As Teody organized mutual assistance among the women, Edwin was busy with the co-op electrification plan; both have since gone on to community council leadership. Those were heady days. “The spirit of cooperativism was born as we gathered wires and wood for our electrical system. As more people joined, we lit up the whole neighborhood – streets, chapels and schools,” Edwin recalls. A decade later, Sama Na Ka was building walking paths and canals with running water HONA managed to get pumped in.

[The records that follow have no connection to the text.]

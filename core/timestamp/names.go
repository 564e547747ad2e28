package timestamp

// Month and weekday names, for the layout tokens MMM and WWW.
//
// Exports write month names in the language of the system that made them, so MMM reads the full
// names and the usual abbreviations of English, German, French, Spanish, Italian, Dutch and
// Portuguese, in any case of their ASCII letters and with or without a closing period ("Dec",
// "dez.", "Dezember", "févr.", "mrt"). The names and abbreviations are those of the Unicode
// Common Locale Data Repository's Gregorian calendars for these languages, written from memory,
// plus the forms without accents that exports also write ("fevrier", "aout"). No name stands for
// two months in different languages (TestNamesAreUnambiguous). Weekday names are read in
// English only (RFC 5322 dates start with one) and not checked against the date.

// monthNameList gives, for each month, its names in the languages above.
var monthNameList = [12][]string{
	{"january", "jan", "januar", "jän", "janvier", "janv", "enero", "ene", "gennaio", "gen", "januari", "janeiro"},
	{"february", "feb", "febr", "februar", "février", "févr", "fév", "fevrier", "fevr", "fev", "febrero", "febbraio", "februari", "fevereiro"},
	{"march", "mar", "märz", "mär", "maerz", "mars", "marzo", "maart", "mrt", "março", "marco"},
	{"april", "apr", "avril", "avr", "abril", "abr", "aprile"},
	{"may", "mai", "mayo", "maggio", "mag", "mei", "maio"},
	{"june", "jun", "juni", "juin", "junio", "giugno", "giu", "junho"},
	{"july", "jul", "juli", "juillet", "juil", "julio", "luglio", "lug", "julho"},
	{"august", "aug", "août", "aout", "agosto", "ago", "augustus"},
	{"september", "sep", "sept", "septembre", "septiembre", "setiembre", "settembre", "set", "setembro"},
	{"october", "oct", "oktober", "okt", "octobre", "octubre", "ottobre", "ott", "outubro", "out"},
	{"november", "nov", "novembre", "noviembre", "novembro"},
	{"december", "dec", "dezember", "dez", "décembre", "déc", "decembre", "diciembre", "dic", "dicembre", "dezembro"},
}

var weekdayNameList = []string{
	"monday", "mon", "tuesday", "tue", "tues", "wednesday", "wed", "thursday", "thu", "thur", "thurs",
	"friday", "fri", "saturday", "sat", "sunday", "sun",
}

// monthNames and weekdayNames index the lists by name; they are built once and only read.
var monthNames, weekdayNames = func() (map[string]int64, map[string]bool) {
	m := map[string]int64{}
	for i, names := range monthNameList {
		for _, n := range names {
			m[n] = int64(i + 1)
		}
	}
	w := map[string]bool{}
	for _, n := range weekdayNameList {
		w[n] = true
	}
	return m, w
}()

// word reads the letters at b[i:] (ASCII letters and the bytes of non-ASCII UTF-8 letters) into
// buf, ASCII letters lowered, and skips one period after them. It returns the word and where
// reading stopped; a word longer than buf does not fit and is refused.
func word(b []byte, i int, buf *[16]byte) ([]byte, int, bool) {
	j := i
	for j < len(b) && (b[j]|0x20 >= 'a' && b[j]|0x20 <= 'z' || b[j] >= 0x80) {
		if j-i >= len(buf) {
			return nil, i, false
		}
		c := b[j]
		if c < 0x80 {
			c |= 0x20
		}
		buf[j-i] = c
		j++
	}
	if j == i {
		return nil, i, false
	}
	w := buf[:j-i]
	if j < len(b) && b[j] == '.' {
		j++
	}
	return w, j, true
}

func monthName(b []byte, i int) (int64, int, bool) {
	var buf [16]byte
	w, j, ok := word(b, i, &buf)
	if !ok {
		return 0, i, false
	}
	m, ok := monthNames[string(w)]
	return m, j, ok
}

func weekdayName(b []byte, i int) (int, bool) {
	var buf [16]byte
	w, j, ok := word(b, i, &buf)
	if !ok || !weekdayNames[string(w)] {
		return i, false
	}
	return j, true
}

With Edwin’s contacts, the neighborhood association became the locus of training in community organizing, paralegal work, negotiation, letter-writing campaigns and computer literacy — all aimed at staying. – Rappler.com


Lila R. Shahani is currently Assistant Secretary in the Office of the President and heads communications for the Human Development and Poverty Reduction Cabinet Cluster. A member of the faculty at the Asian Institute of Management, she has published widely, both in academic journals and in the media. She has also worked for the University of the Philippines, the Cultural Center of the Philippines, Oxford University Press, the United Nations Children’s Fund, the United Nations Development Programme and the National Anti-Poverty Commission of the Philippines. Sylvia L. Mayuga has been a published essayist, regular columnist, sometime-poet and occasional documentary filmmaker since the early ’60s.